CHAT: World Powers
From: | Thomas R. Wier <artabanos@...> |
Date: | Thursday, November 18, 1999, 1:26 |
Bryan Maloney wrote:
> On Tue, 16 Nov 1999, alypius wrote:
>
> > presence of different first languages. If history shows us anything, it is
> > that multi-linguistic or multi-cultural states are inherently fragile--eg,
> > Roman Empire, Ottoman Empire, Austria-Hungary, Soviet Union, Yugoslavia. On
Well, it all depends on the circumstances. The United States of today
is probably one of the most multicultural (if not much multilinguistic)
regimes of all time -- only rarely in history have so many different ethnic
groups come together to live and work and think and act as a community.

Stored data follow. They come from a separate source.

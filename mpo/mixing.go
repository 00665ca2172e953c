package mpo

import (
	"rundle/internal/dense"
	"rundle/internal/task"
	"rundle/mps/block"
)

// Perturbation holds, for each charge of the bond between two sites, the matrix of states that the Hamiltonian reaches from
// theta on one side of the bond: the terms that cross it, applied on that side only (White 2005). A row is a combination of
// (l', s1') for the left side, of (s2', r') for the right side; the columns are what the rest of the network leaves open.
// Charges absent from theta itself are there too.
type Perturbation[T dense.Scalar] struct {
	net    network[T]
	left   bool
	Blocks []PerturbationBlock
}

// PerturbationBlock is the matrix of one bond charge: Rows × Cols at Offset of the slab, row-major; for the right side it is
// stored transposed, Cols × Rows.
type PerturbationBlock struct {
	Charge             block.Charge
	Rows, Cols, Offset int
	Segments           []Segment
}

// Segment places a pair of sectors (bond, site) or (site, bond) among the rows of a block.
type Segment struct{ Outer, Site, Start, Dim int }

// Size returns the elements of the slab.
func (p *Perturbation[T]) Size() int { return p.net.ySize }

// Run computes the matrices for the slab theta; the result is valid until the workspace is used again.
func (p *Perturbation[T]) Run(h *Projected[T], theta []T, ws *Workspace[T], pool *task.Pool) []T {
	ws.x, ws.y = grow(ws.x, p.net.xSize), grow(ws.y, p.net.ySize)
	a, b := h.left.Data, theta
	if !p.left {
		a, b = theta, h.right.Data
	}
	pool.Do(len(p.net.first), p.net.firstFlops, func(_, i int) { multiply(&p.net.first[i], a, b, ws.x) })
	p.net.runMiddle(ws.x, ws.y, pool)
	return ws.y
}

// PlanPerturbation plans the perturbation of the left (or right) side of the bond between the two sites of h.
func (h *Projected[T]) PlanPerturbation(left bool) *Perturbation[T] {
	if left {
		return h.perturbLeft()
	}
	return h.perturbRight()
}

// draft is a perturbation under construction: its blocks, and where the combinations of sectors stand among their rows and columns.
type draft[T dense.Scalar] struct {
	blocks []PerturbationBlock
	sites  int             // sectors of the site that is kept
	rows   [][2]int        // block and first row, by outer sector * sites + site sector
	others int             // sectors of the other site
	cols   []int           // first column, by (block * sectors of the MPO bond + w) * others + other site sector; the bond of theta follows
	moves  [][]moveTask[T] // by block
}

// newDraft lists the pairs of an outer bond sector and a site sector by the charge of the bond between the sites: outer + site on the
// left side, outer - site on the right. The slower axis of theta runs slower here too. The columns are the sectors of the MPO bond mid with those
// of the other site and of its bond.
func newDraft[T dense.Scalar](g block.Group, mid block.Axis, th *block.Structure, env block.Axis, left bool) *draft[T] {
	site, other, far, sign := th.Axes[1], th.Axes[2], th.Axes[3], +1
	if !left {
		site, other, far, sign = th.Axes[2], th.Axes[1], th.Axes[0], -1
	}
	d := &draft[T]{sites: len(site.Sectors), rows: make([][2]int, len(env.Sectors)*len(site.Sectors)), others: len(other.Sectors)}
	at := make(map[block.Charge]int)
	if left {
		for o := range env.Sectors {
			for s := range site.Sectors {
				d.addRows(at, g.Add(env.Sectors[o].Charge, site.Sectors[s].Charge), o, s, env.Sectors[o].Dim*site.Sectors[s].Dim)
			}
		}
	} else {
		for s := range site.Sectors {
			for o := range env.Sectors {
				d.addRows(at, g.Sub(env.Sectors[o].Charge, site.Sectors[s].Charge), o, s, env.Sectors[o].Dim*site.Sectors[s].Dim)
			}
		}
	}
	d.moves = make([][]moveTask[T], len(d.blocks))
	for i := range d.blocks {
		d.addColumns(g, &d.blocks[i], mid, other, far, sign)
	}
	return d
}

func (d *draft[T]) addRows(at map[block.Charge]int, q block.Charge, outer, site, dim int) {
	i, ok := at[q]
	if !ok {
		i = len(d.blocks)
		at[q] = i
		d.blocks = append(d.blocks, PerturbationBlock{Charge: q})
	}
	b := &d.blocks[i]
	d.rows[outer*d.sites+site] = [2]int{i, b.Rows}
	b.Segments = append(b.Segments, Segment{Outer: outer, Site: site, Start: b.Rows, Dim: dim})
	b.Rows += dim
}

// addColumns lists every sector of the MPO bond and of the other site whose charges, with a bond sector of theta, add up to the block's.
func (d *draft[T]) addColumns(g block.Group, b *PerturbationBlock, mid, other, far block.Axis, sign int) {
	for _, w := range mid.Sectors {
		rest := g.Sub(b.Charge, w.Charge)
		for _, s := range other.Sectors {
			d.cols = append(d.cols, b.Cols)
			q := g.Sub(rest, s.Charge)
			if sign > 0 {
				q = g.Add(rest, s.Charge)
			}
			if k, ok := far.Find(q); ok {
				b.Cols += w.Dim * s.Dim * far.Sectors[k].Dim
			}
		}
	}
}

// finish gives the blocks that anything reaches their places.
func (d *draft[T]) finish(p *Perturbation[T], x slab) {
	var y slab
	for i, b := range d.blocks {
		if len(d.moves[i]) == 0 {
			continue
		}
		p.net.moves = append(p.net.moves, d.moves[i]...)
		b.Offset = p.net.piece(&y, b.Rows*b.Cols)
		p.Blocks = append(p.Blocks, b)
	}
	p.net.seal(x, y)
}

// perturbLeft: y(l', s1' | w, s2, r) = sum W1(a, w; s1', s1) env(l', a, l) theta(l, s1, s2, r).
func (h *Projected[T]) perturbLeft() *Perturbation[T] {
	p := &Perturbation[T]{left: true}
	p.net.first = h.net.first // the first pass is that of h
	w, th := h.planner.crossing(h.first, true), h.Theta
	na, nm := len(w.wl.Sectors), len(w.wr.Sectors)
	outer := h.left.Axes[0]
	d := newDraft[T](w.group, w.wr, th, outer, true)
	up, links := steps(w.group, th.Axes[0], +1, w.wl, outer), w.by(leftIn)
	for t := range th.Blocks {
		tb := &th.Blocks[t]
		l, s1, s2 := tb.Sectors[0], tb.Sectors[1], tb.Sectors[2]
		d1, cols := tb.Shape[1], tb.Shape[2]*tb.Shape[3]
		for a := range na {
			src := h.source.at[t*na+a]
			if src < 0 {
				continue
			}
			lp := up[l*na+a]
			m, lds := outer.Sectors[lp].Dim, w.wl.Sectors[a].Dim*d1*cols
			for _, k := range links[a*len(w.states)+s1] {
				row := d.rows[lp*d.sites+k.out]
				col, ld := d.cols[(row[0]*nm+k.right)*d.others+s2], d.blocks[row[0]].Cols
				for _, e := range w.local[k.from:k.to] {
					d.moves[row[0]] = append(d.moves[row[0]], moveTask[T]{src: src + (e.left*d1+e.in)*cols,
						dst: (row[1]+e.out)*ld + col + e.right*cols, rows: m, cols: cols, lds: lds, ldd: w.states[k.out].dim * ld, value: e.value})
				}
			}
		}
	}
	d.finish(p, slab{h.net.xSize})
	return p
}

// perturbRight: y(w, l, s1 | s2', r') = sum W2(w, c; s2', s2) theta(l, s1, s2, r) env(c, r, r').
func (h *Projected[T]) perturbRight() *Perturbation[T] {
	p := &Perturbation[T]{}
	var x slab
	w, th := h.planner.crossing(h.first, false), h.Theta
	nc, nm := len(w.wr.Sectors), len(w.wl.Sectors)
	outer := h.right.Axes[2]
	source := newRightSource(&p.net, w, h.right.Structure, asKet(th), &x)
	d := newDraft[T](w.group, w.wl, th, outer, false)
	links := w.by(rightIn)
	for t := range th.Blocks {
		tb := &th.Blocks[t]
		s1, s2, r := tb.Sectors[1], tb.Sectors[2], tb.Sectors[3]
		rows, d2 := tb.Shape[0]*tb.Shape[1], tb.Shape[2]
		for c := range nc {
			src := source.at[t*nc+c]
			if src < 0 {
				continue
			}
			rp, many := source.up[r*nc+c], w.wr.Sectors[c].Dim
			n := outer.Sectors[rp].Dim
			for _, k := range links[c*len(w.states)+s2] {
				row := d.rows[rp*d.sites+k.out]
				col, ld := d.cols[(row[0]*nm+k.left)*d.others+s1], d.blocks[row[0]].Rows
				for _, e := range w.local[k.from:k.to] {
					d.moves[row[0]] = append(d.moves[row[0]], moveTask[T]{src: src + (e.in*many+e.right)*n,
						dst: (col+e.left*rows)*ld + row[1] + e.out*n, rows: rows, cols: n, lds: d2 * many * n, ldd: ld, value: e.value})
				}
			}
		}
	}
	d.finish(p, x)
	return p
}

Why is this possible? Because the US has, since its foundation, always
been held together by ideology -- powerful ideas like democracy and its
economic correlate, capitalism, rather than geographic or ethnic unity
(ideologies that reinforce national unity). If a state has that -- any state --
it can survive indefinitely, I'd say (ceteris paribus). Rome had that to a
large degree, as did the successor states to Alexander's Empire.
[Which is not to say that America's current status will equal or surpass
theirs, relatively speaking. There's no way we can know that -- indeed,
history would seem to indicate it's unlikely]
> Yeah, Rome only lasted 400 years as an empire until the West fell off.
> Then it only lasted a mere 1,000 years after that.
More like 450 to 500 years as an empire, and about 250 more
under the Republic. That was quite an astounding achievement, though --
there are *very* few worldpowers that remain worldpowers on that
scale for long -- China remains the outstanding example of continuity,
which was possible mostly just because of its isolation -- about 2000
years (though it's debatable whether that was one or many different
Chinese empires).
> > I believe the reason for Helvetia's (Switzerland's) policy of neutrality has
> > been to prevent itself from being torn apart by civil war in the event of
>
> Actually, the policy got adopted after they got their hats handed to them
> but good by the Spanish.
Don't you mean the Austrians? It was the Austrian Habsburgs
(not the Spanish Habsburgs) who made the most inroads on Swiss
cantons for most of its history (when they did make inroads at all).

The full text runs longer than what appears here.